Now, to fit a partial least squares regression model.
bio_pls <- train(bio_train, injury_train, method = "pls", trControl = ctrl, metric = "Spec", tuneLength = 20)
chem_pls <- train(chem_train, injury_train, method = "pls", trControl = ctrl, metric = "Spec", tuneLength = 20)
bio_pls_pred <- predict(bio_pls, bio_test)
confusionMatrix(bio_pls_pred, injury_test, positive = "No")
## Confusion Matrix and Statistics
##
## Reference
## Prediction No Yes
## No 45 5
## Yes 5 1
##
## Accuracy : 0.8214
## 95% CI : (0.696, 0.9109)
## No Information Rate : 0.8929
## P-Value [Acc > NIR] : 0.9664
##
## Kappa : 0.0667
## Mcnemar's Test P-Value : 1.0000
##
## Sensitivity : 0.9000
## Specificity : 0.1667
## Pos Pred Value : 0.9000
## Neg Pred Value : 0.1667
## Prevalence : 0.8929
## Detection Rate : 0.8036
## Detection Prevalence : 0.8929
## Balanced Accuracy : 0.5333
##
## 'Positive' Class : No
##
Only .16 for Specificity achieved here.
And for the chemical predictors, we get 0 as seen below. Chemical indicators are continuously faring worse than biological predictors at predicting hepatic injury, and there is still no great model, so far.
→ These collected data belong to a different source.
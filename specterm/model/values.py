"""What an expression of a sheet can be: a function (a term), an operator, or a sum of levels; and arithmetic over the three."""

from __future__ import annotations

from collections.abc import Iterable
from dataclasses import dataclass

from specterm.errors import Span
from specterm.language.catalogue import refuse
from specterm.model.compose import conjugate, power, real_part, whole
from specterm.model.function import Function
from specterm.model.operator import Operator, multiplication, total
from specterm.model.scalar import ONE
from specterm.model.setting import Setting
from specterm.model.term import UNIT, Term, divide, linear, multiply, negative
from specterm.model.word import LARGEST_ORDER


@dataclass(frozen=True)
class LevelPart:
    """A coefficient (number or function) times level `index` of the sheet at `path` (None: this sheet)."""

    coefficient: Term
    index: int
    path: str | None


@dataclass(frozen=True)
class Levels:
    """A sum of levels with coefficients."""

    parts: tuple[LevelPart, ...]


Value = Term | Operator | Levels


def sum_of(parts: Iterable[tuple[int, Value, Span]], setting: Setting) -> Value:
    """Return the sum of values with signs; functions and operators mix, levels stand only with levels."""
    parts = list(parts)
    if any(isinstance(v, Levels) for _, v, _ in parts):
        return _sum_of_levels(parts)
    if any(isinstance(v, Operator) for _, v, _ in parts):
        return total(((sign, as_operator(v, setting, span)) for sign, v, span in parts), setting)
    return linear((ONE if sign > 0 else -ONE, v) for sign, v, _ in parts if isinstance(v, Term))


def _sum_of_levels(parts: list[tuple[int, Value, Span]]) -> Levels:
    found: list[LevelPart] = []
    for sign, value, span in parts:
        if not isinstance(value, Levels):
            raise refuse("state-structure", span)
        found += [LevelPart(p.coefficient if sign > 0 else negative(p.coefficient), p.index, p.path) for p in value.parts]
    return Levels(tuple(found))


def as_operator(value: Value, setting: Setting, span: Span) -> Operator:
    """Return a value as an operator, a function as multiplication by it."""
    if isinstance(value, Operator):
        return value
    if isinstance(value, Levels):
        raise refuse("level-outside-state", span)
    return multiplication(value, setting)


def product_of(parts: list[tuple[bool, Value, Span]], setting: Setting) -> Value:
    """Return a product from left to right; `True` marks a divisor. Operators are composed, division is from the right."""
    if any(isinstance(v, Levels) for _, v, _ in parts):
        return _levels_product(parts)
    if any(isinstance(v, Operator) for _, v, _ in parts):
        result: Operator | None = None
        for inverse, value, span in parts:
            if inverse and not isinstance(value, Term):
                raise refuse("division-by-operator", span)
            factor = as_operator(divide(UNIT, value) if inverse and isinstance(value, Term) else value, setting, span)
            result = factor if result is None else result.compose(factor)
        return as_operator(UNIT, setting, parts[0][2]) if result is None else result
    return _term_product(parts)


def _term_product(parts: list[tuple[bool, Value, Span]]) -> Term:
    result, run = UNIT, list[Term]()
    for inverse, value, _ in parts:
        if not isinstance(value, Term):
            continue
        if inverse:
            result, run = divide(multiply(result, *run), value), []
        else:
            run.append(value)
    return multiply(result, *run)


def _levels_product(parts: list[tuple[bool, Value, Span]]) -> Levels:
    levels = [(inverse, v, span) for inverse, v, span in parts if isinstance(v, Levels)]
    if len(levels) > 1 or levels[0][0] or any(isinstance(v, Operator) for _, v, _ in parts):
        raise refuse("state-structure", levels[-1][2])
    factor = _term_product([(inverse, v, span) for inverse, v, span in parts if isinstance(v, Term)])
    return Levels(tuple(LevelPart(multiply(factor, p.coefficient), p.index, p.path) for p in levels[0][1].parts))


def power_of(base: Value, exponent: Value, base_span: Span, exponent_span: Span) -> Value:
    """Return base^exponent; an operator takes whole powers from 0 to 16."""
    if isinstance(base, Levels) or isinstance(exponent, Levels):
        raise refuse("state-structure", base_span)
    if isinstance(exponent, Operator):
        raise refuse("operator-here", exponent_span, what="an exponent")
    if isinstance(base, Term):
        return power(base, exponent)
    n = whole(exponent)
    if n is None or n < 0:
        found = "an expression" if exponent.scalar is None else f"{exponent.scalar.value:.6g}"
        raise refuse("operator-power", exponent_span, found=found)
    if n > LARGEST_ORDER and base.length == 0:
        return multiplication(power(linear((w.coefficient, w.slots[0]) for w in base.words), exponent), base.setting)
    if n > LARGEST_ORDER:
        raise refuse("order-too-high", None, found=n * base.length, limit=LARGEST_ORDER)
    return base.power(n)


def negated(value: Value) -> Value:
    """Return minus the value."""
    if isinstance(value, Levels):
        return Levels(tuple(LevelPart(negative(p.coefficient), p.index, p.path) for p in value.parts))
    return -value if isinstance(value, Operator) else negative(value)


def adjoint(value: Value, span: Span) -> Value:
    """Return the adjoint of an operator, the conjugate of a function."""
    if isinstance(value, Levels):
        raise refuse("state-structure", span)
    return value.adjoint() if isinstance(value, Operator) else conjugate(value)


def as_term(value: Value, what: str, span: Span) -> Term:
    """Return a value that must be a number or a function; a function in the guise of an operator counts."""
    if isinstance(value, Term):
        return value
    if isinstance(value, Levels):
        raise refuse("level-outside-state", span)
    function = value.function if value.length == 0 else None
    if function is None:
        raise refuse("operator-here", span, what=what)
    return function.term


def as_real(value: Value, what: str, span: Span) -> Term:
    """Return a value that must be real."""
    term = as_term(value, what, span)
    if term.real:
        return term
    if not Function(term).is_real:
        shown = "complex" if term.scalar is None else f"{term.scalar.value:.6g}".replace("j", "*i")
        raise refuse("not-real", span, what=what, value=shown)
    return real_part(term)


def as_number(value: Value, what: str, span: Span, coordinate: str) -> float:
    """Return a value that must be a real, finite constant."""
    term = as_term(value, what, span)
    if term.scalar is None:
        raise refuse("not-constant", span, what=what, name=coordinate)
    return finite(as_real(term, what, span), what, span)


def finite(term: Term, what: str, span: Span) -> float:
    """Return the value of a real constant, refused where it is infinite or undefined."""
    scalar = term.scalar
    if scalar is None or not scalar.is_finite:
        raise refuse("not-finite", span, what=what, value="an expression" if scalar is None else scalar.value)
    return float(scalar.value.real)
chem_pls_pred <- predict(chem_pls, chem_test, probability = TRUE)
confusionMatrix(chem_pls_pred, injury_test, positive = "No")
## Confusion Matrix and Statistics
##
## Reference
## Prediction No Yes
## No 47 6
## Yes 3 0
##
## Accuracy : 0.8393
## 95% CI : (0.7167, 0.9238)
## No Information Rate : 0.8929
## P-Value [Acc > NIR] : 0.9278
##
## Kappa : -0.0769
## Mcnemar's Test P-Value : 0.5050
##
## Sensitivity : 0.9400
## Specificity : 0.0000
## Pos Pred Value : 0.8868
## Neg Pred Value : 0.0000
## Prevalence : 0.8929
## Detection Rate : 0.8393
## Detection Prevalence : 0.9464
## Balanced Accuracy : 0.4700
##
## 'Positive' Class : No
##
bio_centroid <- train(bio_train, injury_train, method = "pam",
trControl = ctrl, preProcess = c("center", "scale"), metric = "Spec", tuneLength = 20)
## 12345678910111213141516171819202122232425262728293011111111111111111111111111111111111111111111111111111111111111111111111111111111111111111111111111111
chem_centroid <- train(chem_train, injury_train, method = "pam",
trControl = ctrl, preProcess = c("center", "scale"), metric = "Spec", tuneLength = 20)
## 12345678910111213141516171819202122232425262728293011111111111111111111111111111111111111111111111111111111111111111111111111111111111111111111111111111
bio_centroid_pred <- predict(bio_centroid, bio_test)
chem_centroid_pred <- predict(chem_centroid, chem_test)
confusionMatrix(bio_centroid_pred, injury_test, positive = "No")
## Confusion Matrix and Statistics
##
## Reference
## Prediction No Yes
## No 50 6
## Yes 0 0
##
## Accuracy : 0.8929
## 95% CI : (0.7812, 0.9597)
## No Information Rate : 0.8929
## P-Value [Acc > NIR] : 0.60647
##
## Kappa : 0
## Mcnemar's Test P-Value : 0.04123
##
## Sensitivity : 1.0000
## Specificity : 0.0000
## Pos Pred Value : 0.8929
## Neg Pred Value : NaN
## Prevalence : 0.8929
## Detection Rate : 0.8929
## Detection Prevalence : 1.0000
## Balanced Accuracy : 0.5000
##
## 'Positive' Class : No
##
0 for specificity.
confusionMatrix(chem_centroid_pred, injury_test, positive = "No")
## Confusion Matrix and Statistics
##
## Reference
## Prediction No Yes
## No 45 5
## Yes 5 1
##
## Accuracy : 0.8214
## 95% CI : (0.696, 0.9109)
## No Information Rate : 0.8929
## P-Value [Acc > NIR] : 0.9664
##
## Kappa : 0.0667
## Mcnemar's Test P-Value : 1.0000
##
## Sensitivity : 0.9000
## Specificity : 0.1667
## Pos Pred Value : 0.9000
## Neg Pred Value : 0.1667
## Prevalence : 0.8929
## Detection Rate : 0.8036
## Detection Prevalence : 0.8929
## Balanced Accuracy : 0.5333
##
## 'Positive' Class : No
##
And .16. for Specificity here, yawn.
So the best model for predicting hepatic injury turns out to be the first fit, the LDA model on the biological indicators.
predictions_bio_lda <- predict(bio_lda, bio_test, type = "prob")
pROC::plot.roc(injury_test, predictions_bio_lda$Yes)
However, the area under the curve is not as high as I’d wish. Perhaps in the future I’ll revisit this data and see what can be done differently to predict injury.